**Action item**: Please write out, exactly as given, every line of the entries below up to and including the line with "const [lon, lat] = middleOf(geometry)".

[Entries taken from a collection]

[Start of section]

import { distanceKm } from './distanceKm.ts'
import type { Boundary, Position } from './geometryTypes.ts'
import { FAR_KM } from './isFarFrom.ts'
import { middleOf } from './middleOf.ts'

/** True where a boundary is far from the farm as it stands and within 100 km with longitude and latitude exchanged. */
export function looksSwapped(geometry: Boundary, farmPlace: Position): boolean {
  const [lon, lat] = middleOf(geometry)
  if (distanceKm([lon, lat], farmPlace) <= FAR_KM || Math.abs(lon) > 90) return false
  return distanceKm([lat, lon], farmPlace) <= FAR_KM
}
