import { Decimal } from 'decimal.js'

/** A number of JSON as plain decimal text, without exponent, as `shared` takes it. */
export function plainDecimal(value: number): string {
  return new Decimal(value).toFixed()
}
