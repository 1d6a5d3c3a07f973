import { assertNodeVersion } from './lib/nodeVersion.mjs'

assertNodeVersion()
const { existsSync } = await import('node:fs')
const { runMain } = await import('./lib/runMain.mjs')
const { ensurePackages } = await import('./lib/packages.mjs')
const { isBuildFresh } = await import('./lib/buildIfStale.mjs')
const { inCheckout } = await import('./lib/checkout.mjs')
const { runThrough } = await import('./lib/runThrough.mjs')
const { sayAside } = await import('./lib/say.mjs')

const built = inCheckout('dist/server/server/cli/calc.js')

await runMain(async (lifecycle) => {
  await ensurePackages({ lifecycle, say: sayAside })
  const program = existsSync(built) && isBuildFresh() ? [built] : ['--import', 'tsx', inCheckout('server/cli/calc.ts')]
  return runThrough([...program, ...process.argv.slice(2)], { lifecycle })
})
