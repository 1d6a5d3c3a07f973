/** From so many on, blocks are painted on a canvas: an element of the page for each would be slow to draw and to move. */
export const MANY_BLOCKS = 600

export const areMany = (blocks: readonly unknown[]): boolean => blocks.length >= MANY_BLOCKS
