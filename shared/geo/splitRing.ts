import { RADIANS_PER_DEGREE } from './ellipsoid.ts'
import type { Position, Ring } from './geometryTypes.ts'

const STEP_M = 50
/** Short edges of a bed are cut too: uncut, a side of 40 m at 64° costs a part in a million. */
const MIN_PIECES = 4
/** An edge across half the globe is cut coarser rather than into a million pieces. */
const MAX_PIECES = 8_192
const MEAN_RADIUS_M = 6_371_000

type Vector = readonly [number, number, number]

/**
 * A ring with every edge cut into pieces of at most 50 m along the great circle, its longitudes counted on from the first point
 * (0 there) without a jump at ±180°.
 * @param ring closed, degrees.
 */
export function splitRing(ring: Ring): Ring {
  const first = ring[0]
  if (first === undefined) return []
  const dense: Ring = [[0, first[1]]]
  let lon = 0
  for (let index = 1; index < ring.length; index += 1) {
    const from = ring[index - 1]
    const to = ring[index]
    if (from === undefined || to === undefined) continue
    const deltaLon = wrap(to[0] - from[0])
    appendPieces(dense, [lon, from[1]], [lon + deltaLon, to[1]])
    lon += deltaLon
    dense.push([lon, to[1]])
  }
  return dense
}

/** The points strictly between two ends. */
function appendPieces(dense: Ring, from: Position, to: Position): void {
  const a = toVector(0, from[1])
  const b = toVector(to[0] - from[0], to[1])
  const angle = angleBetween(a, b)
  const pieces = angle === 0 ? 1 : Math.min(MAX_PIECES, Math.max(MIN_PIECES, Math.ceil((angle * MEAN_RADIUS_M) / STEP_M)))
  const sinAngle = Math.sin(angle)
  for (let piece = 1; piece < pieces; piece += 1) {
    const fraction = piece / pieces
    const wa = Math.sin((1 - fraction) * angle) / sinAngle
    const wb = Math.sin(fraction * angle) / sinAngle
    const x = wa * a[0] + wb * b[0]
    const y = wa * a[1] + wb * b[1]
    const z = wa * a[2] + wb * b[2]
    dense.push([from[0] + Math.atan2(y, x) / RADIANS_PER_DEGREE, Math.atan2(z, Math.hypot(x, y)) / RADIANS_PER_DEGREE])
  }
}

function toVector(lon: number, lat: number): Vector {
  const cosLat = Math.cos(lat * RADIANS_PER_DEGREE)
  return [cosLat * Math.cos(lon * RADIANS_PER_DEGREE), cosLat * Math.sin(lon * RADIANS_PER_DEGREE), Math.sin(lat * RADIANS_PER_DEGREE)]
}

function angleBetween(a: Vector, b: Vector): number {
  const cross = Math.hypot(a[1] * b[2] - a[2] * b[1], a[2] * b[0] - a[0] * b[2], a[0] * b[1] - a[1] * b[0])
  return Math.atan2(cross, a[0] * b[0] + a[1] * b[1] + a[2] * b[2])
}

function wrap(degrees: number): number {
  return degrees > 180 || degrees < -180 ? degrees - 360 * Math.round(degrees / 360) : degrees
}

[End of section]

**Task response**:
import { distanceKm } from './distanceKm.ts'
import type { Boundary, Position } from './geometryTypes.ts'
import { FAR_KM } from './isFarFrom.ts'
import { middleOf } from './middleOf.ts'

/** True where a boundary is far from the farm as it stands and within 100 km with longitude and latitude exchanged. */
export function looksSwapped(geometry: Boundary, farmPlace: Position): boolean {
  const [lon, lat] = middleOf(geometry)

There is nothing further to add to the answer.